- Opening Delimiter -

import { describe, expect, it } from 'vitest';
import {
  CpmlLine,
  HushInputError,
  bandPulseWidth,
  cpmlCoefficients,
  groupVelocityRatio,
  passesDuration,
  pulseEnergyLeft,
  pulseRunDuration,
  pulseRunError,
  pulseSourceDuration,
  resonanceRunDuration,
  resonanceRunError,
  ringdownResidual,
  ringdownTime,
  transitTime,
} from '../src/physics';
import { dtftAt, erfc, erfcInverse } from '../src/physics/internal';

/** (2/√π)·∫_x^∞ e^{−t²} dt by composite Simpson on [x, x + 12] (independent of the series and continued fraction). */
function erfcBySimpson(x: number): number {
  if (x < 0) return 2 - erfcBySimpson(-x);
  const n = 200000;
  const h = 12 / n;
  let s = Math.exp(-x * x) + Math.exp(-((x + 12) ** 2));
  for (let k = 1; k < n; k++) s += (k % 2 ? 4 : 2) * Math.exp(-((x + k * h) ** 2));
  return ((s * h) / 3) * (2 / Math.sqrt(Math.PI));
}

describe('erfc and its inverse', () => {
  it('match a Simpson quadrature of the defining integral to 1e-12 relative', () => {
    for (const x of [-1.5, 0, 0.3, 1, 1.99, 2, 2.01, 3, 5, 8]) {
      const ref = erfcBySimpson(x);
      expect(Math.abs(erfc(x) - ref) / ref).toBeLessThan(1e-12);
    }
    // Abramowitz & Stegun table 7.1 (recalled from memory): erfc(1) = 0.157299207050285…
    expect(erfc(1)).toBeCloseTo(0.157299207050285, 14);
  });
  it('the inverse round-trips over (0, 2)', () => {
    for (const y of [1e-300, 1e-30, 1e-8, 0.01, 0.5, 1, 1.3, 1.999]) {
      expect(Math.abs(erfc(erfcInverse(y)) - y) / y).toBeLessThan(1e-13);
    }
  });
});

describe('resonance run-length error (src/physics/run-error.ts)', () => {
  it('a = e^{−ωt/2Q} (physics.md §5) and ε = (1 + a)² − 1, the inverse of ringdownTime', () => {
    const t = ringdownTime(1000, 1e9, 1e-3);
    expect(ringdownResidual(1000, 1e9, t)).toBeCloseTo(1e-3, 15);
    expect(resonanceRunError({ q: 1000, frequencyHz: 1e9 }, t)).toBeCloseTo(1e-3 * 2.001, 15);
    expect(resonanceRunDuration({ q: 1000, frequencyHz: 1e9 }, 2.001e-3) / t).toBeCloseTo(1, 12);
    const random = resonanceRunError({ q: 1000, frequencyHz: 1e9, phase: 'random' }, t);
    expect(random).toBeCloseTo(1e-3 * Math.sqrt(2 + 1e-6), 15);
    // Excitation time shifts the ring-down; before it nothing has decayed.
    expect(resonanceRunError({ q: 1000, frequencyHz: 1e9, excitationSeconds: 1e-7 }, t + 1e-7)).toBeCloseTo(2.001e-3, 12);
    expect(resonanceRunError({ q: 1000, frequencyHz: 1e9, excitationSeconds: 1e-7 }, 5e-8)).toBe(3);
  });

  it('time domain: a Bragg-mirror cavity rings down at the Q of its linewidth, and a record cut at T misses (1 + a)² − 1 of its spectrum', () => {
    // 1-D lossless Yee line written here: S = 1 in vacuum, ε per E node, and the exact one-step boundary
    // E₀ⁿ⁺¹ = E₁ⁿ of the 1-D grid at S = 1 (Schneider, Understanding the FDTD Method, ch. 3).
    // Cavity: 24 vacuum cells (half a wave at 48 cells/λ) between mirrors of two quarter-wave pairs (4 cells of ε = 9, 12 of vacuum).
    const eps: number[] = [];
    const push = (n: number, e: number) => {
      for (let i = 0; i < n; i++) eps.push(e);
    };
    push(20, 1);
    push(4, 9);
    push(12, 1);
    push(4, 9);
    const cavityStart = eps.length;
    push(24, 1);
    push(4, 9);
    push(12, 1);
    push(4, 9);
    push(20, 1);
    const N = eps.length;
    const e = new Float64Array(N + 1);
    const h = new Float64Array(N);
    const ce = new Float64Array(N + 1);
    for (let i = 0; i <= N; i++) ce[i] = 1 / eps[Math.min(i, N - 1)];
    const steps = 60000;
    const rec = new Float64Array(steps);
    const src = cavityStart + 5;
    const probe = cavityStart + 17;
    // Zero-mean modulated Gaussian near the mode; e^{−121} of its peak where the ε = 9 layers stop carrying waves (ωΔt > 2 asin(1/3)).
    const tau = 40;
    const n0 = 250;
    const g = (t: number) => Math.exp(-((t / tau) ** 2)) * Math.sin(0.1309 * t);
    for (let n = 0; n < steps; n++) {
      for (let i = 0; i < N; i++) h[i] += e[i + 1] - e[i];
      const e1 = e[1];
      const eN = e[N - 1];
      for (let i = 1; i < N; i++) e[i] += ce[i] * (h[i] - h[i - 1]);
      e[0] = e1;
      e[N] = eN;
      if (n < 2 * n0 + 2) e[src] += g(n - n0) - g(n - 1 - n0);
      rec[n] = e[probe];
    }
    const z = new Float64Array(2);
    const power = (x: Float64Array, len: number, w: number) => {
      dtftAt(x, len, w, z);
      return z[0] * z[0] + z[1] * z[1];
    };
    // Peak of the full record's spectrum (golden section), then its half-power points (bisection): Q = ω₀/FWHM.
    let a = 0.128;
    let b = 0.134;
    const gr = (Math.sqrt(5) - 1) / 2;
    for (let it = 0; it < 50; it++) {
      const c1 = b - gr * (b - a);
      const c2 = a + gr * (b - a);
      if (power(rec, steps, c1) > power(rec, steps, c2)) b = c2;
      else a = c1;
    }
    const w0 = 0.5 * (a + b);
    const half = power(rec, steps, w0) / 2;
    const edge = (dir: number) => {
      let inner = w0;
      let outer = w0 + dir * 0.01;
      for (let it = 0; it < 50; it++) {
        const m = 0.5 * (inner + outer);
        if (power(rec, steps, m) > half) inner = m;
        else outer = m;
      }
      return 0.5 * (inner + outer);
    };
    const qLinewidth = w0 / (edge(1) - edge(-1));
    // Envelope from the projection on e^{jω₀n} over ten periods: its ratio between two windows is exactly e^{−γΔt} for one mode.
    const envelope = (start: number) => {
      let re = 0;
      let im = 0;
      for (let n = start; n < start + 480; n++) {
        re += rec[n] * Math.cos(w0 * n);
        im += rec[n] * Math.sin(w0 * n);
      }
      return Math.hypot(re, im);
    };
    const qDecay = (w0 * (30000 - 5000)) / (2 * Math.log(envelope(5000) / envelope(30000)));
    const qRel = Math.abs(qDecay - qLinewidth) / qLinewidth;
    const lines = [`Q from the linewidth ${qLinewidth.toFixed(3)}, from the decay ${qDecay.toFixed(3)} (relative difference ${qRel.toExponential(2)})`];
    expect(qRel).toBeLessThan(1e-3);
    // A record cut at T: worst relative change of |X|² within ±¾ of the linewidth (where the mode dominates the
    // spectrum), against (1 + a)² − 1, a = e^{−ω₀(T − t_e)/(2Q)} with Q from the linewidth and t_e the source's
    // peak (the model's run-length error). Partial DTFTs accumulated in one pass per frequency.
    const fwhm = w0 / qLinewidth;
    const cuts = [6000, 8000, 10000];
    const worst = cuts.map(() => 0);
    const end = 40000;
    for (let k = 0; k <= 240; k++) {
      const w = w0 - 0.75 * fwhm + (1.5 * fwhm * k) / 240;
      let re = 0;
      let im = 0;
      let c = 1;
      let s = 0;
      const cw = Math.cos(w);
      const sw = Math.sin(w);
      const partial: number[] = [];
      for (let n = 0; n < end; n++) {
        re += rec[n] * c;
        im -= rec[n] * s;
        const c2 = c * cw - s * sw;
        s = s * cw + c * sw;
        c = c2;
        if (n + 1 === cuts[partial.length]) partial.push(re * re + im * im);
      }
      const full = re * re + im * im;
      for (let j = 0; j < cuts.length; j++) worst[j] = Math.max(worst[j], Math.abs(partial[j] / full - 1));
    }
    let worstRatio = 0;
    cuts.forEach((T, j) => {
      // One time step is taken as 1 fs (the model wants seconds).
      const model = resonanceRunError({ q: qLinewidth, frequencyHz: w0 / (2 * Math.PI * 1e-15), excitationSeconds: n0 * 1e-15 }, T * 1e-15);
      const ratio = worst[j] / model;
      worstRatio = Math.max(worstRatio, Math.abs(ratio - 1));
      lines.push(`T = ${T} steps: measured ${worst[j].toExponential(3)}, model ${model.toExponential(3)} (ratio ${ratio.toFixed(4)})`);
    });
    console.log(`ring-down cavity (${((steps * N) / 1e6).toFixed(1)}e6 cell updates): ${lines.join('; ')}`);
    expect(worstRatio).toBeLessThan(0.05);
  });
});

describe('pulse run-length error (src/physics/run-error.ts)', () => {
  it('η(T) = ½erfc(√2(T − t_transit − t₀)/τ); ε = (1 + √η)² − 1; the duration inverts it', () => {
    const spec = { pulseWidthSeconds: 1e-14, transitSeconds: 3e-13 };
    const t0 = 6.2e-14;
    expect(pulseEnergyLeft(spec, 3e-13 + t0)).toBeCloseTo(0.5, 14);
    const T = 4e-13;
    const eta = 0.5 * erfcBySimpson((Math.SQRT2 * (T - 3e-13 - t0)) / 1e-14);
    expect(pulseEnergyLeft(spec, T) / eta).toBeCloseTo(1, 10);
    expect(pulseRunError(spec, T)).toBeCloseTo((1 + Math.sqrt(eta)) ** 2 - 1, 12);
    for (const eps of [1e-2, 1e-5, 1e-12]) {
      for (const phase of ['worst', 'random'] as const) {
        const d = pulseRunDuration({ ...spec, phase }, eps);
        expect(pulseRunError({ ...spec, phase }, d) / eps).toBeCloseTo(1, 9);
      }
    }
    expect(pulseSourceDuration(1e-14)).toBeCloseTo(1.24e-13, 27);
  });

  it('a band pulse: spectrum e^{−(Δω·τ/2)²} at 1e-2 of its peak at the band edges (Fourier pair of the Gaussian)', () => {
    const tau = bandPulseWidth(190e12, 200e12);
    const dw = Math.PI * 10e12;
    expect(Math.exp(-(((dw * tau) / 2) ** 2))).toBeCloseTo(1e-2, 14);
    expect(() => bandPulseWidth(193e12, 193e12)).toThrow(/single frequency is a continuous wave/);
  });

  it('transit: interior plus one absorber at the grid group velocity; passes add to the source', () => {
    const t = transitTime({ cellMetres: 1e-8, cells: 1000, layers: 10, ppw: 10, courant: 0.5, dimensions: 1 });
    expect(t).toBeCloseTo((1010 * 1e-8) / (299792458 * groupVelocityRatio({ ppw: 10, courant: 0.5, dimensions: 1 })), 25);
    expect(passesDuration(3, 1e-12, 2e-13)).toBeCloseTo(3.2e-12, 25);
  });

  it('time domain: the energy left in a 1-D line follows the transit at the group velocity, not at c/n', () => {
    // S = 0.5 (dispersive), CPML on both ends; a modulated Gaussian of width τ = 80 steps at 8 cells/λ,
    // launched 2 cells from the left absorber; its right-going half crosses d = 1198 cells to the right absorber.
    const S = 0.5;
    const layers = 40;
    const coeffs = cpmlCoefficients({ layers, order: 3 }, S);
    const cells = 1200;
    const line = new CpmlLine({ cells, courantMedium: S, left: coeffs, right: coeffs });
    const src = line.leftInterface + 2;
    const d = line.rightInterface - src;
    const tau = 80;
    const n0 = Math.ceil(6.2 * tau);
    const w0 = (2 * Math.PI * S) / 8;
    const g = (t: number) => Math.exp(-((t / tau) ** 2)) * Math.sin(w0 * t);
    const steps = 4000;
    const energy = new Float64Array(steps);
    const e = line.e;
    const hh = line.h;
    for (let n = 0; n < steps; n++) {
      line.step();
      if (n < 2 * n0 + 2) e[src] += g(n - n0) - g(n - 1 - n0);
      let w = 0;
      for (let i = line.leftInterface; i < line.rightInterface; i++) w += e[i] * e[i] + hh[i] * hh[i];
      energy[n] = w;
    }
    // All of the right-going pulse is inside once the source is done and the left-going half has left.
    const total = energy[2 * n0 + 200];
    const stepsOf = (vg: number) => d / (S * vg);
    const ppwShort = (2 * Math.PI * S) / (w0 + (2 * Math.sqrt(Math.log(100))) / tau);
    const vgCentre = groupVelocityRatio({ ppw: 8, courant: S, dimensions: 1 });
    const vgShort = groupVelocityRatio({ ppw: ppwShort, courant: S, dimensions: 1 });
    // One time step is taken as 1 fs (the model wants seconds).
    const model = (vg: number, T: number) => pulseEnergyLeft({ pulseWidthSeconds: tau * 1e-15, pulseDelaySeconds: n0 * 1e-15, transitSeconds: stepsOf(vg) * 1e-15 }, T * 1e-15);
    const firstBelow = (f: (T: number) => number, level: number) => {
      for (let T = 2 * n0 + 200; T < steps; T++) if (f(T) <= level) return T;
      return NaN;
    };
    const measured = (T: number) => energy[T] / total;
    const rows: string[] = [];
    for (const level of [1e-2, 1e-4, 1e-6]) {
      const tm = firstBelow(measured, level);
      const tShort = firstBelow((T) => model(vgShort, T), level);
      const tCentre = firstBelow((T) => model(vgCentre, T), level);
      const tLight = firstBelow((T) => model(1, T), level);
      rows.push(`η ≤ ${level}: measured ${tm}, model at v_g of the band edge ${tShort}, at v_g of the centre ${tCentre}, at c/n ${tLight}`);
      // The band edge's group velocity bounds the run; the centre's is within a few pulse widths; c/n is far too early.
      expect(tShort).toBeGreaterThanOrEqual(tm);
      expect(Math.abs(tCentre - tm)).toBeLessThan(0.5 * tau);
      expect(tm - tLight).toBeGreaterThan(2 * tau);
    }
    console.log(`pulse energy left (${((steps * line.nodes) / 1e6).toFixed(1)}e6 cell updates; v_g/v ${vgCentre.toFixed(5)} at the centre, ${vgShort.toFixed(5)} at the band edge): ${rows.join('; ')}`);
    expect(steps * line.nodes).toBeLessThan(1e7);
  });
});

describe('bad input', () => {
  it('gets specific errors', () => {
    const cases: [() => unknown, RegExp][] = [
      [() => resonanceRunError({ q: 0, frequencyHz: 1e9 }, 1e-6), /quality factor must be greater than 0/],
      [() => resonanceRunError({ q: 10, frequencyHz: 1e9 }, 0), /duration must be greater than 0/],
      [() => resonanceRunDuration({ q: 10, frequencyHz: 1e9 }, 2), /run-length error must be at least 1e-300 and at most 1/],
      [() => pulseRunError({ pulseWidthSeconds: -1, transitSeconds: 0 }, 1), /pulse width must be greater than 0/],
      [() => transitTime({ cellMetres: 1e-8, cells: 10, layers: 300, ppw: 10 }), /layers must be a whole number from 0 to 200/],
      [() => transitTime({ cellMetres: 1e-8, cells: 10, layers: 10, ppw: 1, dimensions: 1, courant: 0.5 }), /cells per wavelength must be more than 3/],
      [() => passesDuration(0, 1), /passes must be greater than 0/],
      [() => erfcInverse(2), /erfc value must be greater than 0 and less than 2/],
    ];
    for (const [f, m] of cases) {
      expect(f).toThrow(HushInputError);
      expect(f).toThrow(m);
    }
  });
});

- Closing Delimiter -

From the listing above, return every line that carries the string "cuts".

    const cuts = [6000, 8000, 10000];
    const worst = cuts.map(() => 0);
        if (n + 1 === cuts[partial.length]) partial.push(re * re + im * im);
      for (let j = 0; j < cuts.length; j++) worst[j] = Math.max(worst[j], Math.abs(partial[j] / full - 1));
    cuts.forEach((T, j) => {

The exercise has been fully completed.